DATA PROVIDED:

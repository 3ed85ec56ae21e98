"""Cases after the first assessment: lists in the user's scope, "due now", a case with its
chain of assessments, reassessment, bedside monitoring with the fluid-balance chart, and the
outcome. Every view and change of a case goes to the audit log (never its clinical content).
"""

from __future__ import annotations

import json
import uuid
from datetime import datetime, timedelta

from flask import Blueprint, abort, flash, g, redirect, render_template, request, url_for
from flask_wtf import FlaskForm
from wtforms import (
    BooleanField,
    DateField,
    DecimalField,
    RadioField,
    SelectField,
    StringField,
)
from wtforms.fields.choices import SelectChoice
from wtforms.validators import InputRequired, Length, NumberRange, Optional

from clinic_app import clock
from clinic_app.clinical import followup
from clinic_app.i18n import _, lazy_gettext
from clinic_app.storage import audit, cases
from clinic_app.storage import followup as store
from clinic_app.storage import settings as settings_store
from clinic_app.storage.db import get_db, write
from clinic_app.web import fluid_chart
from clinic_app.web import followup_records as records
from clinic_app.web.fields import IntegerField

bp = Blueprint("cases", __name__, url_prefix="/cases")


def _choices(pairs) -> list[SelectChoice]:
    return [SelectChoice(value, label) for value, label in pairs]

# I18N: values of the case-list status filter
STATUS_CHOICES = [("", lazy_gettext("All")), ("open", lazy_gettext("Open")),
                  ("closed", lazy_gettext("Closed"))]
OUTCOME_LABELS = {
    "recovered_home": lazy_gettext("Recovered, treated at home"),
    "referred": lazy_gettext("Referred"),
    "admitted": lazy_gettext("Admitted"),
    "died": lazy_gettext("Died"),
    "lost_to_follow_up": lazy_gettext("Lost to follow-up"),
}
DUE_LABELS = {"check": lazy_gettext("Bedside check"), "reassess": lazy_gettext("Reassessment"),
              "escalate": lazy_gettext("Not improving? Send for IV")}


def _view(case_id: str):
    """The case if the user may see it (404 otherwise), with the view written to the log."""
    conn = get_db()
    case = cases.get_case_for_user(conn, case_id, g.user)
    if case is None:
        abort(404)
    _audit(conn, "case.view", "case", case_id)
    return conn, case


def _audit(conn, action: str, record_type: str, record_id: str) -> None:
    with write(conn):
        audit.record(conn, at=clock.iso(clock.now()), user_id=g.user["id"], action=action,
                     record_type=record_type, record_id=record_id)


def due_lists(conn, user, now: datetime) -> tuple[list[dict], list]:
    """(bedside items due or coming for open cases, follow-up visits due by today)."""
    settings = settings_store.load(conn)
    items = []
    for case in store.open_cases(conn, user):
        state = records.case_state(conn, case, settings, now)
        items += [{**item, "case": case} for item in state["due"]]
    items.sort(key=lambda item: item["due_at"])
    return items, store.due_visits(conn, user, up_to=now.date().isoformat())


# --- lists ---------------------------------------------------------------------------------
class FilterForm(FlaskForm):
    class Meta:
        csrf = False  # a GET search form changes nothing

    status = SelectField(lazy_gettext("Status"), choices=_choices(
        STATUS_CHOICES + list(OUTCOME_LABELS.items())), default="", validate_choice=False)
    date_from = DateField(lazy_gettext("From"), validators=[Optional()])
    date_to = DateField(lazy_gettext("To"), validators=[Optional()])
    village = StringField(lazy_gettext("Village"), validators=[Optional(), Length(max=100)])
    q = StringField(lazy_gettext("Household reference"), validators=[Optional(), Length(max=64)])


@bp.get("/")
def index():
    form = FilterForm(request.args)
    rows = []
    if form.validate():
        rows = store.list_cases(
            get_db(), g.user, status=form.status.data or "",
            date_from=form.date_from.data.isoformat() if form.date_from.data else "",
            date_to=form.date_to.data.isoformat() if form.date_to.data else "",
            village=(form.village.data or "").strip(), household_ref=(form.q.data or "").strip())
    return render_template("cases/index.html", form=form, rows=rows,
                           villages=store.villages(get_db(), g.user),
                           outcome_labels=OUTCOME_LABELS)


@bp.get("/due")
def due():
    now = clock.now()
    items, visits = due_lists(get_db(), g.user, now)
    return render_template("cases/due.html", items=items, visits=visits, now=now,
                           labels=DUE_LABELS)


# --- one case ------------------------------------------------------------------------------
@bp.get("/<case_id>")
def detail(case_id: str):
    conn, case = _view(case_id)
    now = clock.now()
    state = records.case_state(conn, case, settings_store.load(conn), now)
    chain = [{"at": case["created_at"], "result": json.loads(case["server_result"]),
              "transition": None, "send_for_iv": False}]
    for row in store.reassessments_for(conn, case_id):
        step = {"transition": row["transition"], "send_for_iv": bool(row["send_for_iv"])}
        chain.append({"at": row["assessed_at"], "result": json.loads(row["server_result"]),
                      **step, "texts": followup.next_step_texts(step)})
    return render_template("cases/detail.html", case=case, state=state, chain=chain, now=now,
                           outcomes=store.outcomes_for(conn, case_id),
                           visits=store.visits_for(conn, case_id),
                           outcome_labels=OUTCOME_LABELS, labels=DUE_LABELS,
                           classifications=json.loads(case["classifications"]))


# I18N: answers for the four signs on the reassessment form
SIGN_CHOICES = {
    "condition": [("well", lazy_gettext("Well, alert")), ("restless", lazy_gettext(
        "Restless, irritable")), ("lethargic", lazy_gettext("Lethargic or unconscious"))],
    "eyes": [("normal", lazy_gettext("Normal")), ("sunken", lazy_gettext("Sunken"))],
    "drinking": [("normal", lazy_gettext("Drinks normally")), ("eager", lazy_gettext(
        "Drinks eagerly, thirsty")), ("poor", lazy_gettext("Drinks poorly")),
        ("unable", lazy_gettext("Not able to drink"))],
    "skin_pinch": [("quick", lazy_gettext("Goes back quickly")), ("slow", lazy_gettext(
        "Goes back slowly")), ("very_slow", lazy_gettext("Goes back very slowly (over 2 s)"))],
}


class ReassessForm(FlaskForm):
    condition = RadioField(lazy_gettext("General condition"), choices=_choices(SIGN_CHOICES["condition"]),
                           validators=[InputRequired()])
    eyes = RadioField(lazy_gettext("Eyes"), choices=_choices(SIGN_CHOICES["eyes"]),
                      validators=[InputRequired()])
    drinking = RadioField(lazy_gettext("Offered a drink"), choices=_choices(SIGN_CHOICES["drinking"]),
                          validators=[Optional()])
    skin_pinch = RadioField(lazy_gettext("Skin pinch"), choices=_choices(SIGN_CHOICES["skin_pinch"]),
                            validators=[InputRequired()])
    weight_kg = DecimalField(lazy_gettext("Weight now (kg)"), places=None,
                             validators=[Optional(), NumberRange(min=0.5, max=250)])
    unable_to_drink_or_breastfeed = BooleanField(lazy_gettext("Not able to drink or breastfeed"))
    vomits_everything = BooleanField(lazy_gettext("Vomits everything"))
    convulsions = BooleanField(lazy_gettext("Convulsions"))
    shock = BooleanField(lazy_gettext("Weak or absent pulse (shock)"))


DANGER_SIGNS = ("unable_to_drink_or_breastfeed", "vomits_everything", "convulsions", "shock")


def new_input(base: dict, form: ReassessForm) -> dict:
    """The case's input with the new signs (and weight, when re-weighed)."""
    signs = {"condition": form.condition.data, "eyes": form.eyes.data,
             "skin_pinch": form.skin_pinch.data}
    if form.drinking.data:
        signs["drinking"] = form.drinking.data
    out = {k: v for k, v in base.items() if k not in ("signs", "danger_signs")}
    out["signs"] = signs
    # Danger signs are asked again: a child can deteriorate between assessments.
    out["danger_signs"] = {name: getattr(form, name).data for name in DANGER_SIGNS}
    if form.weight_kg.data is not None:
        out["weight_kg"] = float(form.weight_kg.data)
    return out


@bp.route("/<case_id>/reassess", methods=["GET", "POST"])
def reassess(case_id: str):
    conn, case = _view(case_id)
    form = ReassessForm()
    base, _result, _started = records.current_plan(conn, case)
    error = None
    if form.validate_on_submit():
        raw = {"id": str(uuid.uuid4()), "case_id": case_id,
               "assessed_at": clock.iso(clock.now()), "input": new_input(base, form)}
        try:
            row = records.build_reassessment(
                conn, case, raw, settings=settings_store.load(conn), user_id=g.user["id"],
                device_id=None, received_at=clock.iso(clock.now()))
        except records.RecordRejected as exc:
            error = str(exc)
        else:
            records.save(conn, "reassessment", row, raw)
            return redirect(url_for("cases.detail", case_id=case_id) + "#latest")
    status = 200 if request.method == "GET" or not (form.errors or error) else 422
    return render_template("cases/reassess.html", case=case, form=form, error=error,
                           base_input=base), status


class MonitorForm(FlaskForm):
    what = SelectField(lazy_gettext("What"), choices=_choices([
        ("ors", lazy_gettext("ORS given")), ("other", lazy_gettext("Other fluid given")),
        ("stool", lazy_gettext("Stool")), ("vomit", lazy_gettext("Vomit")),
        ("urine", lazy_gettext("Urine")), ("check", lazy_gettext("Bedside check"))]))
    ml = IntegerField(lazy_gettext("Millilitres"), validators=[Optional(),
                                                              NumberRange(min=0, max=5000)])
    cups = DecimalField(lazy_gettext("Cups"), places=None,
                        validators=[Optional(), NumberRange(min=0, max=20)])
    minutes_ago = IntegerField(lazy_gettext("Minutes ago"), default=0,
                               validators=[Optional(), NumberRange(min=0, max=24 * 60)])
    puffy_eyelids = BooleanField(lazy_gettext("Puffy eyelids"))
    not_improving = BooleanField(lazy_gettext("Not improving"))


@bp.route("/<case_id>/monitor", methods=["GET", "POST"])
def monitor(case_id: str):
    conn, case = _view(case_id)
    form = MonitorForm()
    error = None
    if form.validate_on_submit():
        moment = clock.now() - timedelta(minutes=form.minutes_ago.data or 0)
        raw = {"id": str(uuid.uuid4()), "case_id": case_id, "at": clock.iso(moment),
               "what": form.what.data, "ml": form.ml.data,
               "cups": float(form.cups.data) if form.cups.data is not None else None,
               "puffy_eyelids": form.puffy_eyelids.data,
               "not_improving": form.not_improving.data}
        try:
            row = records.build_monitoring(case, raw, user_id=g.user["id"], device_id=None,
                                           received_at=clock.iso(clock.now()))
        except records.RecordRejected as exc:
            error = str(exc)
        else:
            records.save(conn, "monitoring", row, raw)
            return redirect(url_for("cases.monitor", case_id=case_id))
    now = clock.now()
    settings = settings_store.load(conn)
    state = records.case_state(conn, case, settings, now)
    chart = fluid_chart.render(state["balance"], state["started_at"], now)
    status = 200 if request.method == "GET" or not (form.errors or error) else 422
    return render_template("cases/monitor.html", case=case, form=form, error=error,
                           state=state, chart=chart, cup_ml=settings.cup_ml), status


class OutcomeForm(FlaskForm):
    outcome = RadioField(lazy_gettext("Outcome"), choices=_choices(OUTCOME_LABELS.items()),
                         validators=[InputRequired()])
    improving = BooleanField(lazy_gettext("Improving"), default=True)
    referred_to = StringField(lazy_gettext("Referred to"), validators=[Optional(),
                                                                       Length(max=200)])
    transport = StringField(lazy_gettext("Transport"), validators=[Optional(),
                                                                   Length(max=100)])
    # A referral is often written down after the child has left: when did they leave?
    referred_minutes_ago = IntegerField(lazy_gettext("Left for the referral (minutes ago)"),
                                        default=0, validators=[Optional(), NumberRange(
                                            min=0, max=7 * 24 * 60)])
    followup_date = DateField(lazy_gettext("Follow-up visit (leave empty to use the rule)"),
                              validators=[Optional()])


@bp.route("/<case_id>/outcome", methods=["GET", "POST"])
def outcome(case_id: str):
    conn, case = _view(case_id)
    form = OutcomeForm()
    error = None
    if form.validate_on_submit():
        moment = clock.now()
        now = clock.iso(moment)
        left = moment - timedelta(minutes=form.referred_minutes_ago.data or 0)
        raw = {"id": str(uuid.uuid4()), "case_id": case_id, "at": now,
               "outcome": form.outcome.data, "improving": form.improving.data,
               "referred_to": form.referred_to.data or None,
               "referred_at": clock.iso(left) if form.outcome.data == "referred" else None,
               "transport": form.transport.data or None,
               "followup_date": form.followup_date.data.isoformat()
               if form.followup_date.data else None}
        try:
            row = records.build_outcome(case, raw, user_id=g.user["id"], device_id=None,
                                        received_at=now)
        except records.RecordRejected as exc:
            error = str(exc)
        else:
            records.save(conn, "outcome", row, raw)
            flash(_("Outcome recorded."))
            return redirect(url_for("cases.detail", case_id=case_id))
    status = 200 if request.method == "GET" or not (form.errors or error) else 422
    return render_template("cases/outcome.html", case=case, form=form, error=error), status


class VisitForm(FlaskForm):
    pass


@bp.post("/<case_id>/visits/<int:visit_id>/done")
def visit_done(case_id: str, visit_id: int):
    conn, case = _view(case_id)
    if not VisitForm().validate_on_submit():
        abort(400)
    if visit_id not in {v["id"] for v in store.visits_for(conn, case_id)}:
        abort(404)
    with write(conn):
        store.visit_done(conn, visit_id, g.user["id"], clock.iso(clock.now()))
        audit.record(conn, at=clock.iso(clock.now()), user_id=g.user["id"],
                     action="visit.done", record_type="case", record_id=case_id)
    return redirect(url_for("cases.detail", case_id=case_id))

EXERCISE OBJECTIVE: Check each line above for the string "when" and return those that contain it.

RESULT:
    """The case's input with the new signs (and weight, when re-weighed)."""
    # A referral is often written down after the child has left: when did they leave?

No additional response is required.